Waar vandaan: Geld & Werk > Pensioen > Verklarende woordenlijst pensioenen (termen)

Verklarende woordenlijst pensioenen (termen)

Verklarende woordenlijst pensioen termenVaak komen er allerlei moeilijke woorden voor als er gesproken wordt over het pensioen. Wat betekenen deze allemaal?
Wij zetten de belangrijkste op een rijtje samen met een duidelijke uitleg.

Aandeel
Deelbewijs van de eigendom van een onderneming. De aandelen van beursgenoteerde ondernemingen kunnen op de beurs worden gekocht en verkocht.

Aandeelhouder
Eigenaar van een aandeel, en daarmee mede-eigenaar van een onderneming.

Aandelenkoers
De prijs waartegen een aandeel wordt verhandeld.

Alleenstaande
In de pensioenwetgeving iedereen die geen gezinshoofd is. Ook gehuwden kunnen als alleenstaande worden beschouwd als ze geen partner ten laste hebben, met name omdat de echtgeno(o)t(e) persoonlijke inkomsten heeft. Het pensioen van een alleenstaande ligt een stuk lager dan dat van een gezinshoofd.

Alleenstaandenpensioen
Als u niet gehuwd bent, of als u uw echtgenoot niet ten laste hebt, komt u in aanmerking voor een alleenstaandenpensioen. Het bedrag daarvan ligt lager dan dat van een gezinspensioen.
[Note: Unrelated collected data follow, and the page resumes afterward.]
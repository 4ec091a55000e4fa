//! The design search against checks from outside it: exhaustive enumeration without
//! pruning (every candidate screened, the plainest possible search) for the optimizer and
//! the pruned enumeration; `check` and `planning::cost` for the figures of each candidate;
//! and a hand-worked optimum.

use emsplan::errorterm::error_term;
use emsplan::layout::Layout;
use emsplan::planning::{PlanningValues, cost};
use emsplan::search::enumerate::{Quiet, enumerate};
use emsplan::search::evaluate::Criticals;
use emsplan::search::optimize::optimize;
use emsplan::search::report::describe;
use emsplan::search::{Options, Problem, Rejection, Search};
use rand::{RngExt, SeedableRng};
use rand_chacha::ChaCha8Rng;

fn problem(text: &str) -> Result<Problem, String> {
    let spec = emsplan::spec::parse(text).map_err(|e| e.to_string())?;
    let layout = Layout::from_spec(&spec, text).map_err(|e| e.to_string())?;
    let plan = PlanningValues::from_spec(&spec, text, &layout).map_err(|e| e.to_string())?;
    Problem::from_spec(&spec, text, layout, plan, None).map_err(|e| e.to_string())
}

fn search(text: &str) -> Search {
    Search::new(problem(text).expect("valid problem")).expect("structures")
}

/// A random small problem: 2 to 4 factors, random kinds and nesting, random ranges,
/// prices, constraints and choices. Some are invalid; the caller skips those.
fn random_problem(rng: &mut ChaCha8Rng) -> String {
    let nf = rng.random_range(2..=4usize);
    let names = ["f1", "f2", "f3", "f4"];
    let mut kinds = Vec::new();
    let mut t = String::from("[layout]\nreplicates = 1\n");
    let mut within: Vec<Option<usize>> = Vec::new();
    for (i, name) in names.iter().enumerate().take(nf) {
        let fixed = rng.random_bool(0.45);
        kinds.push(fixed);
        let levels = if fixed {
            rng.random_range(2..=3)
        } else {
            rng.random_range(1..=3)
        };
        t.push_str(&format!(
            "[[factor]]\nname = \"{name}\"\nkind = \"{}\"\nlevels = {levels}\n",
            if fixed { "fixed" } else { "random" }
        ));
        // Now and then a finite population, no smaller than any range below reaches.
        if !fixed && rng.random_bool(0.15) {
            t.push_str(&format!("population = {}\n", rng.random_range(5..=7)));
        }
        let w = (i > 0 && rng.random_bool(0.35)).then(|| rng.random_range(0..i));
        if let Some(j) = w {
            t.push_str(&format!("within = [\"{}\"]\n", names[j]));
        }
        within.push(w);
    }
    // Must-test terms: a main effect, sometimes a two-way interaction.
    let a = rng.random_range(0..nf);
    let mut must = vec![names[a].to_string()];
    let mut must_kinds = vec![(vec![a], kinds[a])];
    if rng.random_bool(0.5) {
        let b = rng.random_range(0..nf);
        if b != a {
            must.push(format!("{} x {}", names[a.min(b)], names[a.max(b)]));
            must_kinds.push((vec![a.min(b), a.max(b)], kinds[a] && kinds[b]));
        }
    }
    let priors = rng.random_bool(0.5);
    if priors {
        t.push_str("[sd]\nresidual = 1.0\n");
        for i in 0..nf {
            if !kinds[i] {
                t.push_str(&format!(
                    "{} = {:.2}\n",
                    names[i],
                    rng.random_range(0.1..1.0)
                ));
            }
        }
        for (m, (fs, fixed)) in must.iter().zip(&must_kinds) {
            if fs.len() == 2 && !fixed {
                t.push_str(&format!("\"{m}\" = {:.2}\n", rng.random_range(0.1..0.8)));
            }
        }
        t.push_str("[effect]\n");
        for (m, (_, fixed)) in must.iter().zip(&must_kinds) {
            if *fixed {
                t.push_str(&format!("\"{m}\" = {:.2}\n", rng.random_range(0.2..1.5)));
            }
        }
    }
    t.push_str(&format!(
        "[cost]\noverhead = {}\n[cost.per_unit]\nresidual = {}\n",
        rng.random_range(0..100),
        rng.random_range(0..6)
    ));
    for name in names.iter().take(nf) {
        if rng.random_bool(0.6) {
            t.push_str(&format!("{name} = {}\n", rng.random_range(1..60)));
        }
    }
    t.push_str("[search]\n");
    t.push_str(&format!(
        "must_test = [{}]\n",
        must.iter()
            .map(|m| format!("\"{m}\""))
            .collect::<Vec<_>>()
            .join(", ")
    ));
    if rng.random_bool(0.6) {
        t.push_str(&format!("budget = {}\n", rng.random_range(100..3000)));
    }
    if rng.random_bool(0.5) {
        t.push_str(&format!("min_df = {}\n", rng.random_range(1..8)));
    }
    if rng.random_bool(0.25) {
        t.push_str("exact_only = true\n");
    }
    if priors && rng.random_bool(0.5) {
        t.push_str(&format!(
            "target_power = {:.2}\n",
            rng.random_range(0.3..0.9)
        ));
    }
    t.push_str("[search.levels]\n");
    for (i, name) in names.iter().enumerate().take(nf) {
        if rng.random_bool(0.65) {
            let lo = if kinds[i] {
                rng.random_range(2..=3)
            } else {
                rng.random_range(1..=2)
            };
            let hi = lo + rng.random_range(0..=3);
            t.push_str(&format!("{name} = [{lo}, {hi}]\n"));
        }
    }
    let lo = rng.random_range(1..=2);
    t.push_str(&format!(
        "replicates = [{lo}, {}]\n",
        lo + rng.random_range(0..=3)
    ));
    // Choices: a renesting of a random factor, or an optional layer.
    if rng.random_bool(0.4) {
        let f = rng.random_range(1..nf);
        let g = rng.random_range(0..f);
        t.push_str(&format!(
            "[[search.choice]]\nfactor = \"{}\"\nwithin = [[], [\"{}\"]]\n",
            names[f], names[g]
        ));
    }
    if rng.random_bool(0.3) {
        let f = rng.random_range(0..nf);
        if within.iter().all(|w| *w != Some(f)) || rng.random_bool(0.5) {
            t.push_str(&format!(
                "[[search.choice]]\nfactor = \"{}\"\noptional = true\n",
                names[f]
            ));
        }
    }
    t
}

/// Valid random problems from a fixed seed, at least `n` of them.
fn random_problems(seed: u64, n: usize) -> Vec<(String, Search)> {
    let mut rng = ChaCha8Rng::seed_from_u64(seed);
    let mut out = Vec::new();
    let mut tries = 0;
    while out.len() < n {
        tries += 1;
        assert!(tries < 50 * n, "too few valid random problems");
        let text = random_problem(&mut rng);
        if let Ok(p) = problem(&text)
            && let Ok(s) = Search::new(p)
        {
            out.push((text, s));
        }
    }
    out
}

fn same_cost(a: f64, b: f64) -> bool {
    (a - b).abs() <= 1e-6 * a.abs().max(1.0)
}

/// The external check of the optimizer: on many random small problems, the cheapest
/// feasible cost it finds is the one that exhaustive, unpruned enumeration finds (or
/// both find nothing), and its answer is feasible when screened on its own.
#[test]
fn optimizer_agrees_with_exhaustive_enumeration() {
    let problems = random_problems(20240611, 250);
    let mut with_best = 0;
    for (text, s) in &problems {
        let exhaustive = enumerate(&s.screens, 1, false, &Quiet);
        let found = optimize(&s.screens, &s.problem, 1, u64::MAX).expect("bounded");
        match (exhaustive.top.first(), found.best.first()) {
            (None, None) => {}
            (Some(e), Some(o)) => {
                with_best += 1;
                assert!(
                    same_cost(e.outcome.cost, o.outcome.cost),
                    "cost {} by enumeration, {} by the optimizer:\n{text}",
                    e.outcome.cost,
                    o.outcome.cost
                );
                let again = s.screens[o.variant].evaluate(&o.levels, &mut Criticals::default());
                assert_eq!(
                    again.rejection, None,
                    "optimizer's answer infeasible:\n{text}"
                );
            }
            (e, o) => panic!(
                "enumeration found {:?}, the optimizer {:?}:\n{text}",
                e.map(|x| x.outcome.cost),
                o.map(|x| x.outcome.cost)
            ),
        }
    }
    // The comparison must not be vacuous: most problems have a feasible layout.
    assert!(
        with_best >= 80,
        "only {with_best} problems had a best layout"
    );
}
Het is goed mogelijk dat twee gehuwde partners ieder een alleenstaandenpensioen krijgen als ze beiden een (al dan niet volledige) loopbaan hebben opgebouwd.

Ambtenaar
Iemand die met een statuut (en dus niet met een arbeidsovereenkomst) arbeidsprestaties verricht voor een werkgever in de openbare sector (staat, gemeente, andere openbare dienst).

Arbeidsovereenkomst
Contract waarbij iemand zich, tegen betaling van een loon, ertoe verbindt onder gezag, leiding en toezicht arbeid te verrichten voor iemand anders en waarbij de belangrijkste arbeids- en loonvoorwaarden worden afgesproken.

Begunstigde
Degene die bij afloop van een verzekeringscontract (bv. begunstigde bij leven) of bij een in het contract bepaalde gebeurtenis (bv. begunstigde bij overlijden) het voordeel van het contract ontvangt.

BEL 20-index
De index die de koersontwikkeling van de belangrijkste aandelen op de Brusselse beurs weergeeft.

Beleggingsfonds
In een beleggingsfonds, een bevek (zie ook aldaar) of een sicav (zie ook aldaar) wordt het geld van diverse beleggers samengebracht. Dit kapitaal wordt door een specialist op een verantwoorde manier gespreid belegd in obligaties, aandelen, munten enz. De winsten of meerwaarden van een beleggingsfonds, bevek of sicav komen toe aan alle deelnemers aan het fonds, de bevek of de sicav.

Bevek
Zie ook: Beleggingsfonds. Een bevek is een beleggingsvennootschap met veranderlijk kapitaal.

Brugpensioen
Geen pensioen in de echte betekenis van het woord, maar een bijzonder statuut van werkloosheidsuitkeringen, verhoogd met een aanvullende vergoeding en bedoeld voor mensen die na een bepaalde leeftijd worden ontslagen. Officieel: werkloosheidsstelsel met bedrijfstoeslag.

Cafetariaplan
Een cafetariaplan is een flexibele groepsverzekering waarbij de werknemer zelf kan bepalen welke dekking hij voor de betaalde premie wil: aanvullend pensioen, overlijden of arbeidsongeschiktheid.

Coupon
Het strookje aan een obligatie of ander waardepapier waarmee de houder de rente of het dividend ontvangt.

Deposito
Geld of effecten die in bewaring zijn gegeven bij een financiële instelling. Opmerking: binnen KBC is een deposito een rekening met een vaste looptijd (van 1 dag tot 1 jaar) en met een vaste rente.

Dividend
Deel van de winst van een onderneming die wordt uitgekeerd aan de aandeelhouders.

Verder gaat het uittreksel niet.